In Middle English and Middle French the term "epilogue" was used. In Latin they used epilogus, from Greek epilogos, and then epilegein.[5]

The first citation of the word epilogue in the Oxford English Dictionary is from 1564: "Now at length you are come to the Epilogue (as it were) or full conclusion of your worke."[6] Prior to this the OED only refers to Caxton's term ‘Epylogacion’ in 1474, ‘The Epylogacion and recapitulation of this book’. However, this term was not widely followed and instead ‘conclusion’ was the term used to introduce final words of a text. The first example of a dramatic epilogue in print is John Phillip's The Play of Patient and Meek Grissell (1569).[7] Although in non-dramatic publications, the word does appear prior to this such as in Turbervile's Epitaphs (1566).

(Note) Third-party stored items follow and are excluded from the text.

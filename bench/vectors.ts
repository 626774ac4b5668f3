// Indexes read here are in range by construction, so `!` marks them (no run-time cost).
/** Input vectors for the benchmark: seeded random ones and the exhaustive enumeration. */
import type { InputValue, InputVector } from '../src/core/model/design.ts';

/**
 * mulberry32, a 32-bit seeded generator (Tommy Ettinger's public-domain design, from memory): the
 * same seed gives the same vectors on every run, so runs compare like with like.
 */
export function seededRandom(seed: number): () => number {
  let s = seed >>> 0;
  return () => {
    s = (s + 0x6d2b79f5) >>> 0;
    let t = s;
    t = Math.imul(t ^ (t >>> 15), t | 1);
    t ^= t + Math.imul(t ^ (t >>> 7), t | 61);
    return ((t ^ (t >>> 14)) >>> 0) / 4294967296;
  };
}

const bit = (on: boolean): InputValue => (on ? '1' : '0');

/** `count` random 0/1 vectors over `inputs`. */
export function randomVectors(inputs: readonly string[], count: number, seed = 1): InputVector[] {
  const random = seededRandom(seed);
  return Array.from({ length: count }, () => Object.fromEntries(inputs.map((n) => [n, bit(random() < 0.5)])));
}

/** Vector number `index` of an exhaustive sweep: input i takes bit i of the index (first input least significant). */
export function vectorAt(inputs: readonly string[], index: number): InputVector {
  return Object.fromEntries(inputs.map((n, i) => [n, bit(((index >>> i) & 1) === 1)]));
}

/** Operand value `value` spread over `nets`, least significant first. */
export function operand(nets: readonly string[], value: number): Record<string, InputValue> {
  return Object.fromEntries(nets.map((n, i) => [n, bit(((value >>> i) & 1) === 1)]));
}

/**
 * A closed walk of single-input toggles: from a random vector, flip one random input `steps` times,
 * then retrace the flips back to the start. Going round it, every step changes exactly one input.
 */
export function toggleWalk(inputs: readonly string[], steps: number, seed = 5): InputVector[] {
  const random = seededRandom(seed);
  const forward: InputVector[] = randomVectors(inputs, 1, seed + 1);
  for (let s = 0; s < steps; s++) {
    const previous = forward[forward.length - 1]!;
    const name = inputs[Math.floor(random() * inputs.length)]!;
    forward.push({ ...previous, [name]: previous[name] === '1' ? '0' : '1' });
  }
  return [...forward, ...forward.slice(1, -1).reverse()];
}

The word epilogue could be adopted to describe the end of speeches within medieval plays, but at the time this was primarily used to hint at the connection to later works. Most Greek plays would end with lines from the Chorus, which was different to the epilogues of early modern playwrights as well as Ancient Roman plays.[8]

American Author Henry James has said the epilogue is a place that distributes last "prizes, pensions, husbands, wives, babies, millions, appended paragraphs and cheerful remarks."[9] The word epilogue has also been described as a "Parthian Dart" by Pat Rogers. He said it has the potential to be excessive for some readers as it has a "shift in tense, and a jump in tempo-an accelerando" which quickly changes to a "loosening of the temporal screw, enabling us to move rapidly ahead over a period of years".[10] Epilogues also consisted of traditional "topoi" which was a metaphor introduced by Aristotle, to symbolise writers creating arguments in their story.[11]

In literature

edit
 
Illustration from Un Autre Monde epilogue, by Grandville.

An epilogue is the final chapter at the end of a story that often serves to reveal the fates of the characters. Some epilogues may feature scenes only tangentially related to the subject of the story. They can be used to hint at a sequel or wrap up all the loose ends. They can occur at a significant period of time after the main plot has ended. In some cases, the epilogue is used to allow the main character a chance to "speak freely".

An epilogue can continue in the same narrative style and perspective as the preceding story, although the form of an epilogue can occasionally be drastically different from the overall story. It can also be used as a sequel.

Books

edit

For example, in Margaret Atwood's The Handmaid's Tale the epilogue is a transcript of a symposium at a university in the Arctic, held in 2195. The majority of the epilogue is a speech given by a professor named Pieixoto who is an expert on the area of Gilead where The Handmaid's Tale takes place. In the epilogue the land of Gilead has long gone and the main character Offred has her story published. The story is her perspective of the past events within the novel and Offred titles her publication the eponym, ‘The Handmaid's Tale.’

In George Orwell's Animal Farm, the epilogue is used to satisfy the curiosity of the readers by revealing a utopic ending to the characters in the Manor Farm many years after the revolution. "YEARS passed. The seasons came and went, the short animal lives fled by. A time came when there was no one who remembered the old days before the Rebellion, except Clover, Benjamin, Moses the raven, and a number of the pigs."[12]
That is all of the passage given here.